Hace apenas unos años, el sentimiento compartido por muchos fue que México iba a la alza por el “reformismo modernizador” de Enrique Peña Nieto. Por la reforma educativa que empujaba. Por la reforma a las telecomunicaciones que impulsaba. Por la reforma energética que instrumentó. Por la reforma fiscal que logró. Por la apertura inusitada de Pemex. Por la imagen de profesionalismo que Peña Nieto cultivó y el cierre de filas que el “Pacto por México” indujo. Por “el momento de México” que los especialistas en imagen gestionaron. La percepción de éxito generó éxito, y Peña Nieto inicialmente cosechó el suyo con creces. Moviendo a México, proclamaban sus acólitos.
Y, en efecto, México se movió pero no en la dirección correcta. Ahora vivimos la angustia compartida ante la certidumbre de que la vida pública se ha corrompido ‒sin distinciones ni matices‒ entre partidos y gobernantes. La desilusión extendida ante el abandono de las promesas de profesionalización de la gestión pública y la partidización de las instituciones. Ante la prevalencia de la cuatitud, la amistad y las lealtades políticas en el nombramiento de funcionarios públicos. Ante el abierto rechazo de los gobiernos a abrir la información exigida por el INAI. Ante la opacidad que persiste en la fiscalización del dinero público a nivel federal, estatal o municipal. La repartición del botín partidario sin consecuencias, sin efectos, sin sanciones. He allí los plurinominales de todos los partidos para constatarlo. Los “moches” que han recibido tantos diputados y senadores para evidenciarlo. Las candidaturas de tantos señalados de corrupción para subrayarlo.

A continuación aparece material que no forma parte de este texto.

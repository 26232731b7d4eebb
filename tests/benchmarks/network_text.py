"""A pipe network of many branches from CSV, in a folder of its own."""

from __future__ import annotations

from pathlib import Path

# One branch in so many joins the two legs of the ladder.
RUNG = 3


def write_network(folder: Path, branches: int) -> Path:
    """A ladder of two long legs with rungs, fed at one end; returns the worksheet's path.

    Every node but the first takes a demand; every branch has a loss by the square of its flow.
    """
    length = branches // RUNG
    nodes = [f"{leg}{i}" for i in range(length + 1) for leg in ("a", "b")]
    lines = []
    for i in range(length):
        lines += [(f"a{i}", f"a{i + 1}"), (f"b{i}", f"b{i + 1}"), (f"a{i + 1}", f"b{i + 1}")]
    demand = [f"{name},0.01" for name in nodes if name != "a0"]
    (folder / "node.csv").write_text("node,q in L/s\na0,-\n" + "\n".join(demand) + "\n", encoding="utf-8")
    rows = [f"l{k},{a},{b},{20 + k % 7}" for k, (a, b) in enumerate([("a0", "b0"), *lines])]
    (folder / "line.csv").write_text(
        "line,a of node,b of node,k in kPa*s^2/L^2\n" + "\n".join(rows) + "\n", encoding="utf-8"
    )
    path = folder / "network.eqsheet"
    path.write_text(
        """rows node from "node.csv"
rows line from "line.csv"
for l in line:
    p[a[l]] - p[b[l]] = k[l]*Q[l]*abs(Q[l])
    Q[l] near 0.1 L/s
for n in node:
    sum(Q[l] for l in line if b[l] = n) - sum(Q[l] for l in line if a[l] = n) = q[n]
    p[n] near 3 bar
p[a0] = 5 bar
""",
        encoding="utf-8",
    )
    return path
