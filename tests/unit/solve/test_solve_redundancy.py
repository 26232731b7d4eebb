"""Equations that depend on each other everywhere are told early, and no others are taken for such."""

from __future__ import annotations

import numpy as np
import pytest
from solve_problems import problem

from eqsheet.solve.fallbacks import LAST, fallbacks
from eqsheet.solve.ladder import solve_block
from eqsheet.solve.outcome import Status
from eqsheet.solve.problem import Problem
from eqsheet.solve.redundancy import redundant


def product_and_its_square() -> Problem:
    return problem(
        lambda x: [x[0] * x[1] - 4, x[0] ** 2 * x[1] ** 2 - 16],
        lambda x: [[x[1], x[0]], [2 * x[0] * x[1] ** 2, 2 * x[0] ** 2 * x[1]]],
        [1.0, 3.0],
    )


def one_factor_in_common(start: tuple[float, float]) -> Problem:
    """``x (y - 1) = 0, x (x + y - 3) = 0``: every point with x = 0, and (2, 1)."""
    return problem(
        lambda x: [x[0] * (x[1] - 1), x[0] * (x[0] + x[1] - 3)],
        lambda x: [[x[1] - 1, x[0]], [2 * x[0] + x[1] - 3, x[0]]],
        start,
    )


def multiple_by_a_function() -> Problem:
    """``f = x + y - 1`` and ``f (x - 3)``: of less rank only where f is zero, which is all of the solution."""
    return problem(
        lambda x: [x[0] + x[1] - 1, (x[0] + x[1] - 1) * (x[0] - 3)],
        lambda x: [[1, 1], [x[0] - 3 + x[0] + x[1] - 1, x[0] - 3]],
        [5.0, 4.0],
    )


def test_one_equation_in_other_words_is_redundant() -> None:
    assert redundant(product_and_its_square())


def test_what_is_singular_at_its_root_alone_is_not_redundant() -> None:
    assert not redundant(
        problem(lambda x: [x[0] ** 2, x[1] ** 2], lambda x: [[2 * x[0], 0], [0, 2 * x[1]]], [0.0, 0.0])
    )
    assert not redundant(multiple_by_a_function())


def test_functions_gone_flat_say_nothing() -> None:
    flat = problem(
        lambda x: [np.exp(-1e5 * abs(x[0])) - 0.5, x[1] - x[0]],
        lambda x: [[-1e5 * np.sign(x[0]) * np.exp(-1e5 * abs(x[0])), 0], [-1, 1]],
        [1.0, 1.0],
    )
    assert not redundant(flat)


def test_a_redundant_block_is_given_up_after_few_attempts() -> None:
    outcome = solve_block(product_and_its_square())
    assert outcome.status is Status.CONTINUUM
    assert len(outcome.attempts) <= 2


def test_on_a_curve_of_roots_only_other_starts_are_tried() -> None:
    outcome = solve_block(multiple_by_a_function())
    assert outcome.status is Status.CONTINUUM
    methods = [attempt.method for attempt in (*outcome.attempts, outcome)]
    assert sorted(methods) == sorted(["newton", "newton, start moved", LAST])


@pytest.mark.parametrize("start", [(0.01, 5.0), (-1.0, 40.0), (1e-3, -7.0)])
def test_an_isolated_root_beside_a_curve_of_roots_is_found(start: tuple[float, float]) -> None:
    outcome = solve_block(one_factor_in_common(start))
    assert outcome.status is Status.CONVERGED
    assert outcome.x == pytest.approx([2.0, 1.0], rel=1e-12)


def test_nothing_more_than_the_best_point_is_looked_for_where_there_is_proven_to_be_no_root() -> None:
    none = problem(
        lambda x: [x[0] ** 2 + x[1] ** 2 + 1, x[0] - x[1] - 0.5],
        lambda x: [[2 * x[0], 2 * x[1]], [1, -1]],
        [3.0, 1.0],
    )
    assert LAST in [name for name, _ in fallbacks(none)]
    outcome = solve_block(none, hopeless=lambda: True)
    assert not outcome.solved
    assert len(outcome.attempts) <= 2
    # Nearest in the least-squares sense of scaled equations: on the line, close to its point nearest to zero.
    assert outcome.x == pytest.approx([0.25, -0.25], abs=0.1)


def test_a_proof_is_asked_for_only_where_newton_fails() -> None:
    def never() -> bool:
        raise AssertionError

    sound = problem(lambda x: [x[0] - 1, x[1] - 2], lambda x: np.eye(2), [0.0, 0.0])
    assert solve_block(sound, hopeless=never).solved


def test_two_sides_that_meet_only_at_infinity_have_no_curve_of_roots() -> None:
    """``x y = 1, y = exp(-x) - 1/x``: along x to infinity y falls below any size that counts as zero."""
    outcome = solve_block(
        problem(
            lambda x: [x[0] * x[1] - 1, x[1] - np.exp(-x[0]) + 1 / x[0]],
            lambda x: [[x[1], x[0]], [np.exp(-x[0]) - 1 / x[0] ** 2, 1]],
            [2.0, 0.5],
            [0.1, -np.inf],
            sizes=lambda x: np.array(
                [max(abs(x[0] * x[1]), 1.0), max(abs(x[1]), np.exp(-x[0]), abs(1 / x[0]))]
            ),
        )
    )
    attempts = (*outcome.attempts, outcome)
    assert not any(attempt.solved or attempt.status is Status.CONTINUUM for attempt in attempts)
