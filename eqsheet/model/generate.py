"""Python code generated from tapes: plain floats, arrays of cases, and whole blocks.

The code is put together from the operations of a tape and the numbers of its operands only; no text of a
worksheet ever gets into it. An instruction used once is written where it is used, any other becomes a local
variable. In code for plain floats a branch of an ``if`` is evaluated only where it is taken.

Code for plain floats raises ValueError, ZeroDivisionError or OverflowError outside the domain of an operation
(a negative number to a fractional power included; nothing ever becomes complex); `safe_function` gives nan
and infinities instead. Code for arrays gives nan and infinities.
"""

from __future__ import annotations

import math
from collections.abc import Callable, Sequence
from fractions import Fraction
from functools import lru_cache
from itertools import accumulate
from typing import Any

from eqsheet.model.evaluate import evaluate
from eqsheet.model.functions import ALL_BINARY_FUNCTIONS, ALL_UNARY_FUNCTIONS, BINARY, UNARY, as_float
from eqsheet.model.interpolant import Interpolant
from eqsheet.model.simplify import uses
from eqsheet.model.tape import Tape, operands_of

Function = Callable[..., Any]

MEMORY = 1 << 14
# Deepest expression written in one piece; the compiler's own stack allows about 200 brackets.
_DEEPEST = 24
# Compiling takes as long as interpreting about fifteen times (measured: 60 against 4 microseconds).
_CALLS_WORTH_COMPILING = 12

DOMAIN_ERRORS = (ValueError, ZeroDivisionError, OverflowError)


@lru_cache(maxsize=MEMORY)
def float_function(tape: Tape) -> Function:
    """The tape as a function of plain floats.

    Returns
    -------
    callable
        ``f(q0, q1, ..., l0, l1, ...)``: all quantities, then all literals of the tape. It returns a tuple of
        the outputs, or the output itself where there is only one. It raises one of `DOMAIN_ERRORS` where an
        instruction needed has no value, and where one has none that two branches share though neither is
        taken; `safe_function` tells these apart.
    """
    code = _Code(tape, _SCALAR)
    return _compiled(_head(tape), code.lines(_packed), code.names(_scalar_names()))


@lru_cache(maxsize=MEMORY)
def safe_function(tape: Tape) -> Function:
    """`float_function` that gives nan and infinities (those of `evaluate`) instead of raising."""
    fast = float_function(tape)
    count = tape.quantities

    def safe(*values: float) -> Any:
        try:
            return fast(*values)
        except DOMAIN_ERRORS:
            return _outputs(tape, evaluate(tape, values[:count], values[count:]))

    return safe


@lru_cache(maxsize=MEMORY)
def value_function(tape: Tape) -> Function:
    """`safe_function` that compiles only once it has been called often enough to pay for it.

    Until then it interprets; both give the same floats.
    """
    count = tape.quantities
    calls = 0
    compiled: Function | None = None

    def value(*values: float) -> Any:
        nonlocal calls, compiled
        if compiled is not None:
            return compiled(*values)
        calls += 1
        if calls >= _CALLS_WORTH_COMPILING:
            compiled = safe_function(tape)
        return _outputs(tape, evaluate(tape, values[:count], values[count:]))

    return value


def _outputs(tape: Tape, steps: list[Any]) -> Any:
    if len(tape.outputs) == 1:
        return steps[tape.outputs[0]]
    return tuple([steps[i] for i in tape.outputs])


@lru_cache(maxsize=MEMORY)
def array_function(tape: Tape) -> Function:
    """The tape as a function of arrays.

    Returns
    -------
    callable
        Same signature as `float_function`; each argument a float or an array, broadcast against each other.
        An output that depends on no argument is a float. nan and infinities where there is no value; never
        raises.
    """
    code = _Code(tape, _ARRAY)
    lines = ["with errstate(all='ignore'):", *(" " + line for line in code.lines(_packed))]
    return _compiled(_head(tape), lines, code.names(_array_names()))


def grouped_function(tape: Tape, unknowns: int, groups: Sequence[int], extra: int = 0) -> Function:
    """The tape as a function of sequences, with its outputs in groups.

    Parameters
    ----------
    tape : Tape
    unknowns : int
        The first so many quantities are the first argument.
    groups : sequence of int
        How many of the outputs each tuple of the result holds, in order; a single one is the result itself.
    extra : int
        The last so many quantities are a third argument; 0 for none.

    Returns
    -------
    callable
        ``f(x, p)`` or ``f(x, p, e)``: x the unknowns, p all other quantities and then the literals. It raises one
        of `DOMAIN_ERRORS`, as `float_function`.
    """
    known = tape.quantities - extra
    arguments = {
        "x": [f"q{k}" for k in range(unknowns)],
        "p": [f"q{k}" for k in range(unknowns, known)] + [f"l{k}" for k in range(tape.literals)],
        "e": [f"q{k}" for k in range(known, tape.quantities)],
    }
    ends = list(accumulate(groups))

    def grouped(texts: list[str]) -> str:
        return ",".join([_tuple(texts[end - size : end]) for end, size in zip(ends, groups)])

    lines = [f"{_tuple(names)}={argument}" for argument, names in arguments.items() if names]
    code = _Code(tape, _SCALAR)
    head = "x,p,e" if extra else "x,p"
    return _compiled(head, lines + code.lines(grouped), code.names(_scalar_names()))


# --- writing ----------------------------------------------------------------------------------------------


def _head(tape: Tape) -> str:
    return ",".join([f"q{k}" for k in range(tape.quantities)] + [f"l{k}" for k in range(tape.literals)])


def _tuple(texts: list[str]) -> str:
    return f"({','.join(texts)},)" if texts else "()"


def _packed(texts: list[str]) -> str:
    return texts[0] if len(texts) == 1 else _tuple(texts)


def _compiled(head: str, lines: list[str], names: dict[str, Any]) -> Function:
    body = "\n ".join(lines)
    scope: dict[str, Function] = {}
    exec(compile(f"def f({head}):\n {body}\n", "<tape>", "exec"), names, scope)
    return scope["f"]


@lru_cache(maxsize=1)
def _scalar_names() -> dict[str, Any]:
    names: dict[str, Any] = {name: UNARY[name].value for name in ALL_UNARY_FUNCTIONS}
    names.update({name: BINARY[name] for name in ALL_BINARY_FUNCTIONS})
    names.update({"pow": math.pow, "inf": math.inf, "nan": math.nan, "__builtins__": {}})
    return names


@lru_cache(maxsize=1)
def _array_names() -> dict[str, Any]:
    from eqsheet.model.array_functions import ARRAY_FUNCTIONS

    return {**ARRAY_FUNCTIONS, "inf": math.inf, "nan": math.nan, "__builtins__": {}}


# How tightly a text holds together. Brackets stand only where they must: each costs the compiler time.
_LOGIC, _SUM, _PRODUCT, _SIGN, _ATOM = range(5)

En el gobierno tenemos a personajes de todos los partidos que actúan como si vivieran en el Palacio de Buckingham. O en Versalles. O en Topkapi. O en la Alhambra. O en el Castillo de Windsor. Nuestros secretarios de Estado, nuestros magistrados, nuestros diputados y senadores se comportan como nobles, por cuyas venas corre la sangre azul de una casta divina. Los aristócratas, aparcados en grandiosas residencias, rodeados de servidumbre atenta a cada deseo; caminando en sus palacetes privilegiados donde nada los toca. Nada los perturba. Nada los inmuta. Lejos de la turba enojada que se manifiesta en las calles, molesta y con razón. Lejos de la irritación social que descalifican, y sin empatía, porque son totalmente insensibles, viven totalmente desconectados de la realidad de millones de mexicanos que miran el futuro con aprehensión.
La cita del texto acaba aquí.